# iChat + MSN add on = best chat client?



## MacGYVER

Hi everyone,

You know, there is one application that hardly gets used on my Mac, and that is iChat. For one, I don't know that many people who own a Mac and have an AIM or .Mac account. Most people I know who use a Mac or Windows PC use MSN over any other chat client out there. So, why can't Apple just get it over with and add MSN users to their iChat client?

I hate to use iChat for a few people, and use Adium for the majority of the people I talk with. Is there a reason Apple doesn't allow MSN add on to iChat?

Are there many others here who have to use several chat clients just to keep in touch with people because iChat is very limited and closed into AIM and .Mac only?

I use iChat for those few people who do have a AIM or .Mac account and want to video chat, but for the majority I have to use Adium.

Plus, how is the SMS on iPhone going to work? I noticed it uses some form of iChat technology to receive and send SMS messages, so it can be opened up to allow for adding MSN users to iChat in theory.

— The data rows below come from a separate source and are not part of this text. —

"""Radar velocity from field evidence: diffraction hyperbolas, CMP/WARR gathers,
calibration targets at known depth, and soil descriptions.

Every fit returns its standard errors from the fit covariance scaled by the residual
variance of the picks themselves (the data say how good they are), so a one-standard-
error interval holds the true value about 68 % of the time when the model is right.
Times are two-way travel times after time zero, in seconds; positions in metres;
velocities in m/s.  Internally fits run in ns and m/ns for good conditioning.

This is a physics module: it never reads files, prints or plots.
"""

from __future__ import annotations

from dataclasses import dataclass, field

import numpy as np
from scipy import constants, optimize

from ..errors import (
    InputError,
    ModelRangeError,
    check_finite,
    check_nonnegative,
    check_positive,
    check_seed,
)

__all__ = [
    "HyperbolaFit",
    "CmpFit",
    "IntervalVelocities",
    "CalibrationVelocity",
    "SoilVelocity",
    "hyperbola_twt",
    "fit_hyperbola",
    "cmp_twt",
    "fit_cmp",
    "dix_interval_velocities",
    "velocity_from_calibration",
    "velocity_from_soil",
]

_C = constants.c
_C_M_PER_NS = _C * 1e-9
#: Huber tuning constant (95 % efficiency at the normal distribution), in units of the
#: robust residual scale.
HUBER_K = 1.345


# --- forward models -----------------------------------------------------------------

def _cylinder_leg_sum(xa, xb, zc, radius, *, iterations: int = 48):
    """Shortest Tx → cylinder surface → Rx path length (m), vectorised.

    ``xa``, ``xb``: horizontal positions of the two antennas relative to the cylinder's
    axis; ``zc``: depth of the axis; ``radius``: cylinder radius.  The specular point on
    a convex reflector minimises the path (Fermat); it lies on the arc between the
    directions from the axis to the two antennas, where the path derivative changes
    sign once, so bisection on the angle converges.
    """
    xa, xb, zc, radius = np.broadcast_arrays(*(np.asarray(a, dtype=float) for a in (xa, xb, zc, radius)))
    # angle φ measured from the upward vertical through the axis, positive toward +x
    pa = np.arctan2(xa, zc)
    pb = np.arctan2(xb, zc)
    lo, hi = np.minimum(pa, pb), np.maximum(pa, pb)

    def dpath(phi):
        px, pz = radius * np.sin(phi), zc - radius * np.cos(phi)
        ta = np.hypot(px - xa, pz)
        tb = np.hypot(px - xb, pz)
        tx, tz = radius * np.cos(phi), radius * np.sin(phi)
        return ((px - xa) * tx + pz * tz) / ta + ((px - xb) * tx + pz * tz) / tb

    for _ in range(iterations):
        mid = 0.5 * (lo + hi)
        pos = dpath(mid) > 0
        hi = np.where(pos, mid, hi)
        lo = np.where(pos, lo, mid)
    phi = 0.5 * (lo + hi)
    px, pz = radius * np.sin(phi), zc - radius * np.cos(phi)
    return np.hypot(px - xa, pz) + np.hypot(px - xb, pz)


def hyperbola_twt(x_m, velocity, x0, depth, *, radius_m=0.0, offset_m=0.0):
    """Two-way travel time (s) over a point diffractor or a buried cylinder.

    Parameters
    ----------
    x_m : array_like
        Antenna midpoint positions along the line, m.
    velocity : float
        Velocity of the ground above the target, m/s.
    x0 : float
        Position of the apex (target's axis), m.
    depth : float
        Depth to the top of the target below the apex, m.
    radius_m : float, optional
        Cylinder radius, m (0: point diffractor).
    offset_m : float, optional
        Transmitter–receiver separation along the line, m (antennas at x ∓ s/2).

    Returns
    -------
    ndarray
        Two-way travel time, s.

    Notes
    -----
    Point diffractor at (x₀, d):
    t = [√((x − s/2 − x₀)² + d²) + √((x + s/2 − x₀)² + d²)] / v.
    Cylinder of radius R with axis at depth d + R: zero offset
    t = 2[√((x − x₀)² + (d + R)²) − R] / v; with separation the specular point on the
    circle is found by minimising the path (Fermat's principle).

    References
    ----------
    Shihab, S. & Al-Nuaimy, W. (2005). Radius estimation for cylindrical objects detected
    by ground penetrating radar. *Subsurface Sensing Technologies and Applications* 6,
    151–166. doi:10.1007/s11220-005-0004-1
    """
    x = np.asarray(x_m, dtype=float)
    dx = x - x0
    s = np.asarray(offset_m, dtype=float)
    r = float(radius_m)
    if r == 0.0:
        path = np.hypot(dx - s / 2, depth) + np.hypot(dx + s / 2, depth)
    elif np.all(s == 0):
        path = 2.0 * (np.hypot(dx, depth + r) - r)
    else:
        path = _cylinder_leg_sum(dx - s / 2, dx + s / 2, depth + r, r)
    return path / velocity


def cmp_twt(offset_m, velocity, t0_s):
    """Normal-moveout time t = √(t₀² + x²/v²) (s) of a flat reflector in a CMP gather.

    References
    ----------
    Dix, C. H. (1955). Seismic velocities from surface measurements. *Geophysics* 20,
    68–86. doi:10.1190/1.1438126
    """
    x = np.asarray(offset_m, dtype=float)
    return np.sqrt(t0_s**2 + (x / velocity) ** 2)


# --- hyperbola fit ------------------------------------------------------------------

@dataclass(frozen=True)
class HyperbolaFit:
    """Result of :func:`fit_hyperbola` (SI units).

    Attributes
    ----------
    velocity, velocity_se : float, m/s
    x0, x0_se : float, m (apex position along the line)
    depth, depth_se : float, m (to the top of the target below the apex)
    radius, radius_se : float, m (``radius_se`` is 0 when the radius was fixed)
    rms_s : float, s (root-mean-square misfit of all picks)
    weights : ndarray (final robust weight per pick, 1 = full weight)
    residuals_s : ndarray, s (pick minus fitted curve)
    downweighted : ndarray of int (indices of picks with weight < 1)
    covariance : ndarray (parameters velocity, x0, depth[, radius], SI units)
    residual_scale_s : float, s (robust scale of the residuals used for the loss)
    offset_m, time_zero_s : float (as used)
    radius_fitted : bool
    """

    velocity: float
    velocity_se: float
    x0: float
    x0_se: float
    depth: float
    depth_se: float
    radius: float
    radius_se: float
    rms_s: float
    weights: np.ndarray
    residuals_s: np.ndarray
    downweighted: np.ndarray
    covariance: np.ndarray
    residual_scale_s: float
    offset_m: float
    time_zero_s: float
    radius_fitted: bool
    n_picks: int = 0
    parameters: tuple = field(default=("velocity", "x0", "depth"))

    @property
    def permittivity(self) -> float:
        """Apparent relative permittivity (c/v)² of the ground above the target."""
        return (_C / self.velocity) ** 2

    def twt(self, x_m):
        """Fitted two-way time (s, before adding back time zero) at positions ``x_m``."""
        return hyperbola_twt(x_m, self.velocity, self.x0, self.depth, radius_m=self.radius,
                             offset_m=self.offset_m)


def _huber_weights(r, c):
    a = np.abs(r)
    return np.where(a <= c, 1.0, c / np.maximum(a, 1e-300))


def _numeric_jacobian(fun, p, rel=1e-6):
    p = np.asarray(p, dtype=float)
    cols = []
    for i in range(p.size):
        h = rel * max(abs(p[i]), 1e-3)
        up, dn = p.copy(), p.copy()
        up[i] += h
        dn[i] -= h
        cols.append((fun(up) - fun(dn)) / (2 * h))
    return np.column_stack(cols)


def _robust_covariance(jac, r, c):
    """Huber's sandwich covariance of an M-estimate, scaled by the residuals.

    cov = K² · [Σψ(rᵢ)²/(n − p)] / [mean ψ'(rᵢ)]² · (JᵀJ)⁻¹,
    K = 1 + (p/n)·var(ψ')/mean(ψ')²  (Huber 1981, *Robust Statistics*, Wiley, §7.6).
    With no down-weighted residual this is the familiar s²(JᵀJ)⁻¹, s² = Σr²/(n − p).
    """
    n, p = jac.shape
    psi = np.clip(r, -c, c)
    dpsi = (np.abs(r) <= c).astype(float)
    m = dpsi.mean()
    if m == 0:
        m = 1.0 / n
    k = 1.0 + (p / n) * dpsi.var() / m**2
    scale2 = k**2 * np.sum(psi**2) / (n - p) / m**2
    jtj = jac.T @ jac
    try:
        inv = np.linalg.inv(jtj)
    except np.linalg.LinAlgError:
        inv = np.linalg.pinv(jtj)
    return scale2 * inv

Would you use iChat if Apple opened up the software to allow MSN users to be added? Or would you still use independent chat clients?


----------



## Configuration

I would absolutely love MSN Messenger support on iChat, it would definately bring me back to the client. That is, of course, if video and audio chat were supported as well.


----------



## skoda303

Configuration said:


> I would absolutely love MSN Messenger support on iChat, it would definately bring be back to the client. That is, of course, if video and audio chat were supported as well.


Same here, I'll gladly move back to iChat if it had support for MSN Messenger.


----------



## Vexel

It's not native support, but you can use Jabber to talk to MSN and Yahoo users. No video/audio sadly.

macosxhints.com - 10.4: Talk to Yahoo and MSN IM users within iChat

Native support including video/audio in iChat for MSN and Yahoo would be awesome. I use iChat almost exclusively anyway.. but, this would be even better.


----------



## Macaholic

Yup. The MSN->Jabber->iChat setup is a PITA, but at least it works. BUT there is NO iSight support  Apple really REALLY needs to get on the stick!


----------



## John Clay

I think I'd stick with Adium, even if iChat offered MSN support. Adium's integration and customizability are hard to beat. Once Adium offers A/V support, it will be much, much harder to justify using iChat at all.


----------



## MacGYVER

Ok, I am so lost with setting up this Jabber thing. I have adium and supposedly it supports Jabber, which it does, but how does one go about setting up a Jabber account period? Do I have to use Adium to set one up for iChat? Where does one register a Jabber account? Or do I use an E-mail address and password instead? It is so confusing I can't make out what I need to do. The link above doesn't work anymore, and then I found another that said I could use Adium or Psi or another program to sset up a jabber account? It gets even more confusing after that. Is there no written step by step on how to create an account?

Glad I'm not alone on the whole iChat and integration of MSN accounts, I just need to learn how to set up using Jabber and see how that works for now . Appreciate any help I can get


----------



## Vexel

Jabber Australia: iChat Jabber tutorial


----------



## MacGYVER

Thank you, Vexel . That is what I was looking for. Wow!!

Have a good night.


----------



## lewdvig

I need a cross platform video chat program.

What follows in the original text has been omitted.